Tuesday 8 October 2013

In the Fog

Death can sometimes be preferable to life!

Belarus born Sergeli Loznitsa is best known for his documentaries about the hardships of living in provincial Russia. His second feature film following My Joy in 2010 is the highly acclaimed In the Fog (2012) a World War 11 drama based on a 1989 novella by Vasil Bykov.

It's 1942 and we are in the German occupied Soviet territory of Belarus. Three railway track workers are being escorted to their execution by hanging. The fourth man involved in the derailing of a train is set free. Sushenya is immediately suspected of collaborating with the occupied forces. Two partisans, one an old school friend, arrive at Sushenya's home and escort him into the forest where he starts digging his own grave. The burial party is ambushed by the Germans… an incident that has the effect of turning every thing on its head!

This is a narrative that unfolds at its own pace, never rushed, allowing us time to absorb the story, with intelligent flashbacks that enhance our understanding of what led up to the arrival of Burov and Voitik at Sushenya’s family home. We get minimal dialogue, stirring performances and natural sounds.

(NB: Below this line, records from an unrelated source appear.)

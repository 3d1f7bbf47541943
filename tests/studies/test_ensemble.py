"""Tests of tsunamifocus.ensemble: Dask execution, streaming reduction, failures, statistics."""

from __future__ import annotations

import functools
import json
import pickle
import warnings

import numpy as np
import pandas as pd
import pytest

from tsunamifocus.ocean.demo import DemoRegion, make_demo_bathymetry
from tsunamifocus.errors import EnsembleError
from tsunamifocus.studies.ensemble import MemberResult, robustness_label, run_ensemble, segment_statistics
from tsunamifocus.studies.toymember import example_member
from tsunamifocus.errors import InputError
from tsunamifocus.grid import get_crs
from tsunamifocus.ocean.perturb import draw_member_parameters

SETTINGS = dict(bathy_rms=0.03, bathy_corr_km=30.0, magnitude=0.2, launch_jitter_deg=2.0)


@pytest.fixture(scope="module")
def depth():
    # the invented demo region at 8 km cells (80 x 95): a cheap but real bathymetry
    return make_demo_bathymetry(DemoRegion(spacing_km=8.0))


@pytest.fixture(scope="module")
def members():
    return draw_member_parameters(SETTINGS, 8, 20261201)


@pytest.fixture(scope="module")
def serial(depth, members):
    return run_ensemble(example_member, members, scheduler="serial", shared={"depth": depth})


def _same(a, b):
    """Bit-for-bit equality of two ensemble results (tables and grids)."""
    pd.testing.assert_frame_equal(a.segments, b.segments, check_exact=True)
    pd.testing.assert_frame_equal(a.member_segments, b.member_segments, check_exact=True)
    assert set(a.mean) == set(b.mean)
    for k in a.mean:
        for d1, d2 in ((a.mean, b.mean), (a.std, b.std), (a.count, b.count)):
            assert np.array_equal(np.asarray(d1[k]), np.asarray(d2[k]), equal_nan=True), k


def test_local_and_synchronous_identical_to_serial(depth, members, serial):
    local = run_ensemble(example_member, members, shared={"depth": depth})
    assert local.scheduler["kind"] == "local"
    _same(local, serial)
    sync = run_ensemble(example_member, members, scheduler="synchronous", shared={"depth": depth})
    _same(sync, serial)
    # closure instead of shared= gives the same numbers
    part = run_ensemble(functools.partial(example_member, depth=depth), members, workers=2)
    _same(part, serial)


def test_distributed_localcluster_identical_to_serial(depth, members, serial):
    """A 2-process LocalCluster started here gives bit-identical results (issue 7 CI requirement)."""
    from distributed import Client, LocalCluster

    with LocalCluster(
        n_workers=2, threads_per_worker=1, processes=True, dashboard_address=None, silence_logs=40
    ) as cluster:
        by_address = run_ensemble(example_member, members, scheduler=cluster.scheduler_address,
                                  shared={"depth": depth})
        with Client(cluster, set_as_default=False) as client:
            by_client = run_ensemble(example_member, members, scheduler=client, shared={"depth": depth},
                                     max_buffered=2)
            assert client.status == "running"  # a given client is left open
            # both worker processes took part (members ran in separate processes)
            assert len(client.scheduler_info()["workers"]) == 2
    assert by_address.scheduler["kind"] == "distributed" and by_address.scheduler["workers"] == 2
    _same(by_address, serial)
    _same(by_client, serial)
    # bounded memory on the client: never more than max_buffered results waiting
    assert by_client.memory["max_results_waiting"] <= 2 and by_client.memory["max_buffered"] == 2


def test_member_function_pickles():
    # what distributed sends to worker processes (cloudpickle falls back to pickle by reference)
    import cloudpickle

    f = pickle.loads(pickle.dumps(example_member))
    assert f is example_member
    g = cloudpickle.loads(cloudpickle.dumps(functools.partial(example_member, segments=None)))
    assert g.func is example_member


def test_grid_statistics_match_numpy(depth, members, serial):
    """Streaming (Welford) mean/std equal numpy's nanmean / nanstd(ddof=1) over all members."""
    stack = {k: [] for k in ("energy", "lensing_factor")}
    for p in members:
        r = example_member(p, depth)
        for k in stack:
            stack[k].append(r.grids[k].values)
    for k, v in stack.items():
        v = np.stack(v)
        with np.errstate(all="ignore"), warnings.catch_warnings():
            warnings.simplefilter("ignore", RuntimeWarning)  # all-NaN land cells
            ref_mean = np.nanmean(v, axis=0)
            ref_std = np.nanstd(v, axis=0, ddof=1)
        # reference library: numpy (Welford 1962 is exact up to round-off)
        np.testing.assert_allclose(serial.mean[k].values, ref_mean, rtol=1e-12, atol=1e-12 * np.nanmax(abs(v)))
        np.testing.assert_allclose(serial.std[k].values, ref_std, rtol=1e-9, atol=1e-9 * np.nanmax(abs(v)))
        assert np.array_equal(serial.count[k].values, np.isfinite(v).sum(axis=0))
    # outputs keep the grid and its CRS
    assert get_crs(serial.mean["energy"]) == get_crs(depth)
    assert serial.mean["energy"].dims == depth.dims


def test_segment_percentiles_match_numpy(depth, members, serial):
    tables = [example_member(p, depth).segments for p in members]
    v = np.vstack([t["lensing_factor"].to_numpy() for t in tables])
    a = np.vstack([t["amp_1m_m"].to_numpy() for t in tables])
    seg = serial.segments
    # reference library: numpy.percentile, default linear interpolation (Hyndman & Fan type 7)
    np.testing.assert_array_equal(seg["lensing_factor"].to_numpy(), np.percentile(v, 50, axis=0))
    np.testing.assert_array_equal(seg["lensing_lo"].to_numpy(), np.percentile(v, 5, axis=0))
    np.testing.assert_array_equal(seg["lensing_hi"].to_numpy(), np.percentile(v, 95, axis=0))
    np.testing.assert_array_equal(seg["amp_lo"].to_numpy(), np.percentile(a, 5, axis=0))
    np.testing.assert_array_equal(seg["amp_hi"].to_numpy(), np.percentile(a, 95, axis=0))
    assert (seg["lensing_lo"] <= seg["lensing_factor"]).all() and (seg["lensing_factor"] <= seg["lensing_hi"]).all()
    # member 0 is the base case and is reported
    np.testing.assert_array_equal(seg["base_lensing_factor"].to_numpy(), v[0])
    json.dumps(serial.to_dict(), allow_nan=False)


def test_topk_probability_exact_on_constructed_case():
    ids = ["A", "B", "C", "D"]
    # top-2 per member by construction: A,B | A,B | A,B | A,C | A,C  -> P = 1, 0.6, 0.4, 0
    rows = [
        [9, 8, 1, 0],
        [9, 8, 2, 0],
        [5, 4, 3, 0],
        [9, 1, 8, 0],
        [9, 2, 8, np.nan],
    ]
    tables = [pd.DataFrame({"lensing_factor": r}, index=pd.Index(ids, name="segment_id")) for r in rows]
    st = segment_statistics(tables, top_k=2)
    np.testing.assert_array_equal(st["p_topk"].to_numpy(), [1.0, 0.6, 0.4, 0.0])
    assert list(st["robustness"]) == ["very likely", "about as likely as not", "about as likely as not", "unlikely"]
    # every member contributes exactly k hotspots
    assert st["p_topk"].sum() * len(rows) == pytest.approx(2 * len(rows))
    assert "p_topk_amp" not in st  # no amplitude column, no amplitude probability
    # the same members ranked by amplitude as well (counted by hand): top 2 D,C | D,C | B,A | B,A | D,C
    amp = [[0, 1, 2, 3], [0, 1, 2, 3], [4, 5, 1, 0], [4, 5, 1, 0], [1, 1, 2, 3]]
    both = [t.assign(amp_1m_m=a) for t, a in zip(tables, amp)]
    st = segment_statistics(both, top_k=2)
    np.testing.assert_array_equal(st["p_topk"].to_numpy(), [1.0, 0.6, 0.4, 0.0])  # unchanged
    np.testing.assert_array_equal(st["p_topk_amp"].to_numpy(), [0.4, 0.4, 0.6, 0.6])
    assert list(st["robustness_amp"]) == ["about as likely as not"] * 4
    # ties: equal values are broken by segment order (documented)
    tie = [pd.DataFrame({"lensing_factor": [1.0, 1.0, 1.0]}, index=pd.Index(["X", "Y", "Z"], name="segment_id"))]
    np.testing.assert_array_equal(segment_statistics(tie, top_k=2)["p_topk"].to_numpy(), [1.0, 1.0, 0.0])
    # the calibrated likelihood scale (Mastrandrea et al. 2010, IPCC AR5 guidance note on the
    # consistent treatment of uncertainties: very likely 90-100 %, likely 66-100 %, about as
    # likely as not 33-66 %, unlikely 0-33 %)
    assert robustness_label(0.9) == "very likely" and robustness_label(0.89) == "likely"
    assert robustness_label(0.66) == "likely" and robustness_label(0.65) == "about as likely as not"
    assert robustness_label(0.33) == "about as likely as not" and robustness_label(0.32) == "unlikely"
    assert robustness_label(float("nan")) == "unlikely"


def _table(ids, values):
    return pd.DataFrame({"lensing_factor": values}, index=pd.Index(ids, name="segment_id"))


class _FlakyOnce:
    """Member 1 raises on its first call, then succeeds; the others always succeed."""

    def __init__(self):
        self.calls: dict[int, int] = {}

    def __call__(self, params):
        i = params["member"]
        self.calls[i] = self.calls.get(i, 0) + 1
        if i == 1 and self.calls[i] == 1:
            raise RuntimeError(f"transient failure of member {i}")
        return MemberResult(_table(["S1", "S2"], [float(i), 1.0]), {"g": np.full((3, 4), float(i))})


def _bad_member(params):
    if params["member"] == 2:
        raise ValueError("member 2 always fails")
    return MemberResult(_table(["S1", "S2"], [float(params["member"]), 1.0]), {"g": np.full((3, 4), 1.0)})


@pytest.mark.parametrize("scheduler", ["serial", "local"])
def test_failed_member_retried_once(scheduler):
    members = draw_member_parameters({}, 4, 1)
    fn = _FlakyOnce()
    res = run_ensemble(fn, members, scheduler=scheduler, retries=1)
    assert res.n_failed == 0 and res.n_succeeded == 4
    assert fn.calls == {0: 1, 1: 2, 2: 1, 3: 1}
    # without retries the transient failure is reported
    res0 = run_ensemble(_FlakyOnce(), members, scheduler=scheduler, retries=0)
    assert res0.n_failed == 1 and res0.failures[0].member == 1 and res0.failures[0].attempts == 1


@pytest.mark.parametrize("scheduler", ["serial", "local"])
def test_always_failing_member_reported_run_completes(scheduler):
    members = draw_member_parameters({"strike_deg": 3.0}, 5, 77)
    res = run_ensemble(_bad_member, members, scheduler=scheduler, retries=1)
    assert res.n_failed == 1 and res.n_succeeded == 4
    f = res.failures[0]
    assert f.member == 2 and f.seed == members[2]["seed"] and f.params == members[2]
    assert "member 2 always fails" in f.error and f.attempts == 2
    d = res.to_dict()
    assert d["n_failed"] == 1 and d["failures"][0]["seed"] == members[2]["seed"]
    assert "1 failed" in res.summary()
    # statistics over the 4 others only: grid mean of ones is one, count 4
    assert np.all(res.mean["g"] == 1.0) and np.all(res.count["g"] == 4)
    assert sorted(res.member_segments["member"].unique()) == [0, 1, 3, 4]


def test_all_failing_raises():
    members = draw_member_parameters({}, 3, 1)

    def boom(p):
        raise OSError("disk gone")

    with pytest.raises(EnsembleError, match=r"all 3 ensemble members failed.*seed .*disk gone"):
        run_ensemble(boom, members, scheduler="serial")


def test_inconsistent_member_results_are_failures():
    members = draw_member_parameters({}, 3, 1)

    def fn(p):
        ids = ["S1", "S2"] if p["member"] != 1 else ["S1", "S3"]
        shape = (3, 4) if p["member"] != 2 else (4, 4)
        return MemberResult(_table(ids, [1.0, 2.0]), {"g": np.ones(shape)})

    res = run_ensemble(fn, members, scheduler="serial")
    assert [f.member for f in res.failures] == [1, 2]
    assert "segment ids differ" in res.failures[0].error and "shape" in res.failures[1].error

    def wrong(p):
        return {"not": "a result"}

    with pytest.raises(EnsembleError, match="expected a MemberResult"):
        run_ensemble(wrong, members, scheduler="serial")


def test_progress_callback_and_bad_arguments():
    members = draw_member_parameters({}, 4, 1)
    seen = []
    run_ensemble(_bad_member, members, scheduler="local", progress=lambda *a: seen.append(a))
    assert [s[0] for s in seen] == [1, 2, 3, 4] and all(s[1] == 4 for s in seen)
    assert seen[-1][3] == 0.0 and all(s[2] >= 0 for s in seen)
    with pytest.raises(InputError, match="no members"):
        run_ensemble(_bad_member, [])
    with pytest.raises(InputError, match="scheduler"):
        run_ensemble(_bad_member, members, scheduler="nonsense")
    with pytest.raises(EnsembleError, match="cannot connect"):
        run_ensemble(_bad_member, members, scheduler="tcp://127.0.0.1:1", connect_timeout_s=1.0)


def test_local_scheduler_bounds_results_alive():
    """With one slow member, later members wait: at most max_buffered results exist at once."""
    import threading
    import time

    lock = threading.Lock()
    log: dict[int, tuple[float, float]] = {}

    def fn(p):
        t0 = time.perf_counter()
        if p["member"] == 0:
            time.sleep(0.5)
        with lock:
            log[p["member"]] = (t0, time.perf_counter())
        return MemberResult(_table(["S1"], [1.0]), {"g": np.ones((2, 2))})

    members = draw_member_parameters({}, 10, 3)
    res = run_ensemble(fn, members, scheduler="local", workers=2, max_buffered=3)
    assert res.n_succeeded == 10 and res.memory["max_buffered"] == 3
    end0 = log[0][1]
    # member i >= 3 depends on the fold of member i - 3, hence starts after member 0 ended
    assert all(log[i][0] >= end0 for i in range(3, 10))


def test_progress_bar_on_stderr(capsys):
    # tqdm prints "done/total" with elapsed and remaining time (tqdm documentation, default bar format)
    run_ensemble(_bad_member, draw_member_parameters({}, 4, 1), scheduler="serial", progress=True)
    err = capsys.readouterr().err
    assert "ensemble members" in err and "4/4" in err and "failed=1" in err


class _RandomGridMember:
    """Member whose grid has a member-specific random NaN pattern (module level: picklable)."""

    def __call__(self, params):
        rng = np.random.default_rng(params["seed"])
        g = rng.lognormal(0.0, 1.0, (7, 9)) * 1e3
        g[rng.random((7, 9)) < 0.3] = np.nan
        return MemberResult(_table(["S1", "S2"], rng.random(2)), {"g": g})


def test_streaming_moments_with_gaps_match_numpy():
    members = draw_member_parameters({}, 12, 99)
    fn = _RandomGridMember()
    res = run_ensemble(fn, members, scheduler="local", max_buffered=4)
    v = np.stack([fn(p).grids["g"] for p in members])
    with warnings.catch_warnings():
        warnings.simplefilter("ignore", RuntimeWarning)  # cells with < 2 values
        ref_mean = np.nanmean(v, axis=0)
        ref_std = np.nanstd(v, axis=0, ddof=1)
    # reference library: numpy nanmean / nanstd(ddof=1); Welford's update is exact up to round-off
    np.testing.assert_allclose(res.mean["g"], ref_mean, rtol=1e-12)
    np.testing.assert_allclose(res.std["g"], ref_std, rtol=1e-10)
    np.testing.assert_array_equal(res.count["g"], np.isfinite(v).sum(axis=0))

The slow and precise camerawork by cinematographer Oleg Muti (Beyond the Hills 2012) is beautifully texture, has a muted palette and lighting that helps compose every shot to resemble a piece of artwork.
 
Burov and Voitek come looking.
Loznitsa’s movie demonstrates the austere tragedy of war and its effects on innocent people who through no fault of there own get caught up in it. A film where death can be preferable to life, where the only relief we, the audience, get from the movies ever-present unease is when we see Sushenya carving a wooden toy for his young son. The film brings to mind Andrei Tarkovsky’s masterpiece about war and adolescence Ivan’s Childhood (1962), Elem Klimov’s 1985 Soviet film Come and See which also deals with the German Belarusian occupation another movie which successfully captured war as a true living hell and of course the brutal reality of the Polish film Roza (2011). In the Fog is a truly challenging film of gripping images about the heartbreak of war albeit away from the conventional battlefield, of humanity at its lowest ebb all seen through the haunted look of actor Vladimir Svirski who plays the unfortunate Sushenya.